Budget Undersecretary Mario Relampagos has questioned why he is being singled out for suspicion in the “fake Saro scam” even as he denied having submitted a statement to the National Bureau of Investigation in connection with the NBI investigation.
“I was the one who objected to its (the Saros’) release because of deficiency of documents and now I am the one allegedly being investigated,” Relampagos said in an interview.
He claimed to having expressed his objections even before the issue of fake Saros emerged in connection with farm-to-market road projects in Cagayan Valley.
Relampagos also said that contrary to the NBI claim, “I have not submitted any statement to them nor was I called in for questioning.”
“The NBI has not talked to me and I am willing to cooperate with the investigation and I hope the investigation will be over soon so the guilty parties could be punished and the innocent will be spared from further vilification,” he said.
The budget undersecretary explained that all documents at the Department of Budget and Management (DBM) go through his office as he has been designated by Budget Secretary Florencio Abad to sign on the latter’s behalf.
“I signed for everything but only after it had the approval of the secretary and these documents go through other offices also,” he said.

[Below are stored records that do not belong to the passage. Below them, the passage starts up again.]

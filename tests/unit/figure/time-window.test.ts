import fc from 'fast-check'
import { describe, expect, it } from 'vitest'

import { nearestIndex, panned, withinWhole, zoomed } from '@/lib/figure/time-window'

const whole = { from: -1e-6, to: 9e-6 }

describe('the view of a record', () => {
  it('halves about its middle', () => {
    const half = zoomed(whole, 0.5, whole)
    expect(half.from).toBeCloseTo(1.5e-6, 12)
    expect(half.to).toBeCloseTo(6.5e-6, 12)
  })

  it('comes back to exactly the whole record', () => {
    expect(zoomed(zoomed(whole, 0.5, whole), 4, whole)).toBe(whole)
  })

  it('stops at the ends without changing its span', () => {
    const start = { from: -1e-6, to: 1e-6 }
    const { from, to } = panned(start, -1, whole)
    expect(from).toBe(start.from)
    expect(to).toBeCloseTo(start.to, 15)
  })

  it('never leaves the record nor shrinks to nothing', () => {
    const instant = fc.double({ min: -1e-3, max: 1e-3, noNaN: true })
    fc.assert(
      fc.property(instant, instant, (a, b) => {
        const window = withinWhole({ from: Math.min(a, b), to: Math.max(a, b) }, whole)
        expect(window.from).toBeGreaterThanOrEqual(whole.from)
        expect(window.to).toBeLessThanOrEqual(whole.to + 1e-18)
        expect(window.to).toBeGreaterThan(window.from)
      }),
    )
  })
})

describe('nearest instant', () => {
  it('agrees with a search through all', () => {
    const values = fc.uniqueArray(fc.integer({ min: 0, max: 1000 }), { minLength: 1, maxLength: 50 })
    fc.assert(
      fc.property(values, fc.integer({ min: -10, max: 1010 }), (unsorted, target) => {
        const sorted = [...unsorted].sort((a, b) => a - b)
        const found = sorted[nearestIndex(sorted, target)] ?? NaN
        const least = Math.min(...sorted.map((value) => Math.abs(value - target)))
        expect(Math.abs(found - target)).toBe(least)
      }),
    )
  })

  it('finds nothing in an empty record', () => {
    expect(nearestIndex([], 1)).toBe(-1)
  })
})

He added that the DBM documents go through a budget analyst, a budget officer in charge of the project, a legal officer and technical personnel, then to the office of the secretary and then his office.
Relampagos explained that unlike his previous bosses where he was only authorized to sign as a last resort, Abad had designated him as the signatory of all documents, including the issuance of the special allotment release order (Saro) and the notice of cash allocation (NCA).

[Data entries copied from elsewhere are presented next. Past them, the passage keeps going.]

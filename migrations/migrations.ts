import { identity } from './0001_identity'
import { engagements } from './0002_engagements'
import { evidence } from './0003_evidence'
import { findings } from './0004_findings'
import { hours } from './0005_hours'
import { reports } from './0006_reports'
import { billing } from './0007_billing'
import { outbox } from './0008_outbox'
import type { Migration } from './migration'

/** Every migration in the order in which it is applied. */
export const migrations: readonly Migration[] = [
  identity,
  engagements,
  evidence,
  findings,
  hours,
  reports,
  billing,
  outbox,
]
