#include <gtest/gtest.h>

#include <cctype>
#include <cmath>

#include "wavefount/core/robust.h"
#include "wavefount/synthetic/demo.h"
#include "wavefount/synthetic/render.h"
#include "wavefount/tube/find_tubes.h"
#include "wavefount/tube/scan_ahead.h"

namespace wavefount::tube {
namespace {

/// A scene of the demo as an opened film.
class DemoFilm : public FrameSource {
 public:
  explicit DemoFilm(const Scene& scene) : renderer_(scene) {
    description_.name = scene.name;
    description_.width = scene.width;
    description_.height = scene.height;
    description_.frames = scene.frames();
    description_.channels = {"reporter"};
    description_.bit_depth = scene.camera.bit_depth;
    description_.pixel_um = scene.pixel_um;
    description_.times_min = scene.times_min;
  }
  const FilmDescription& description() const override { return description_; }
  std::unique_ptr<FrameReader> reader() const override {
    class Reader : public FrameReader {
     public:
      explicit Reader(const SceneRenderer& renderer) : renderer_(renderer) {}
      ImagePointer read(int frame, int, int) override { return renderer_.frame(frame); }

     private:
      const SceneRenderer& renderer_;
    };
    return std::make_unique<Reader>(renderer_);
  }

 private:
  SceneRenderer renderer_;
  FilmDescription description_;
};

class DemoScenes : public ::testing::TestWithParam<SceneRecipe> {};

TEST_P(DemoScenes, TubesAndKeyframes) {
  auto recipe = GetParam();
  recipe.frames = std::min(recipe.frames, 60);
  const auto scene = build_scene(recipe);
  const DemoFilm film(scene);
  Messages messages;
  const auto scan = scan_ahead(film, {}, messages);
  EXPECT_NEAR(scan.camera.gain_electrons_per_count, scene.camera.gain_electrons_per_count,
              0.1 * scene.camera.gain_electrons_per_count);
  const auto tubes = find_tubes(film.description(), scan.prescan, {}, messages);
  ASSERT_EQ(tubes.tubes.size(), scene.tubes.size());
  const double two_px = 2 * scene.pixel_um * scan.prescan.factor;
  for (std::size_t i = 0; i < tubes.tubes.size(); ++i) {
    const auto& found = tubes.tubes[i];
    const auto& truth = scene.tubes[i];
    EXPECT_NEAR(found.width_um, truth.width_um, 0.02 * truth.width_um);
    EXPECT_NEAR(found.axis_um.front().x, truth.axis_um.front().x, two_px);
    EXPECT_NEAR(found.axis_um.front().y, truth.axis_um.front().y, two_px);
    EXPECT_NEAR(found.axis_um.back().x, truth.axis_um.back().x, two_px);
    EXPECT_NEAR(found.axis_um.back().y, truth.axis_um.back().y, two_px);
  }
  // Along a tube with both ends out of view nothing that stands still tells of the stage.
  const bool open =
      scene.tubes[0].left_end == Boundary::open && scene.tubes[0].right_end == Boundary::open;
  std::vector<double> errors;
  for (std::size_t k = 0; k < scan.prescan.frames.size(); ++k) {
    const auto drift = scene.drift_um(scan.prescan.frames[k]);
    errors.push_back(std::hypot(scan.prescan.shift_x_px[k] - drift.x / scene.pixel_um,
                                scan.prescan.shift_y_px[k] - drift.y / scene.pixel_um));
  }
  EXPECT_LT(median(errors), open ? 5 : 0.3);
}

INSTANTIATE_TEST_SUITE_P(All, DemoScenes, ::testing::ValuesIn(demo_scenarios(7)),
                         [](const auto& one) {
                           auto name = one.param.name;
                           std::erase_if(name, [](char c) { return !std::isalnum(c); });
                           return name;
                         });

}  // namespace
}  // namespace wavefount::tube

A Saro is a DBM approval that paves the way for the issuance of the NCA, which in turn triggers the release of funds from, say, the Priority Development Assistance Fund (PDAF) or the congressional pork barrel, and other government fund releases.
Relampagos has been with the DBM since the time of President Cory Aquino.
“In previous administrations I was only an option, if the secretary was not available, but now I am the designated signatory after the secretary has stamped his approval,” he said.
He explained that this designation was made only to ensure an efficient flow of documents.
He said he had no knowledge of the fake Saro scam, which sources in the agency said had been there for a “long time.”
Relampagos said he had talked to his driver, a DBM regular employee who has been implicated in the scam and one of those questioned by the NBI.
“I asked him about his involvement in the release of the fake Saro and he denied it. But if the NBI finds him guilty, he should be penalized. I will not cover for him,” he said.
Relampagos’ name surfaced in the investigation after several of his office staff, including a janitor, were implicated in the scam.
The NBI opened an investigation into the alleged fake Saro scam following a request from Abad last October.
Justice Secretary Leila de Lima earlier said investigators were not ruling out the possible involvement of “a higher DBM official or officials” in the scam.
The alleged scam was discovered after an agriculture official alerted Abad to the release of a Saro for P161 million, which was hand-carried by Enrico Arao, an aide of Cagayan Rep. Baby Aline Vargas-Alfonso, to the Cagayan Valley office of the agriculture department last October.
Arao claimed he did not know that the document was fake and pointed to Joel Badong, an employee at the secretary general’s office in the House of Representatives, as the source of the document.
Another Saro covering Western Visayas for P77 million was also found to be spurious.
The originals of the documents have remained with the DBM office and have neither been signed nor released.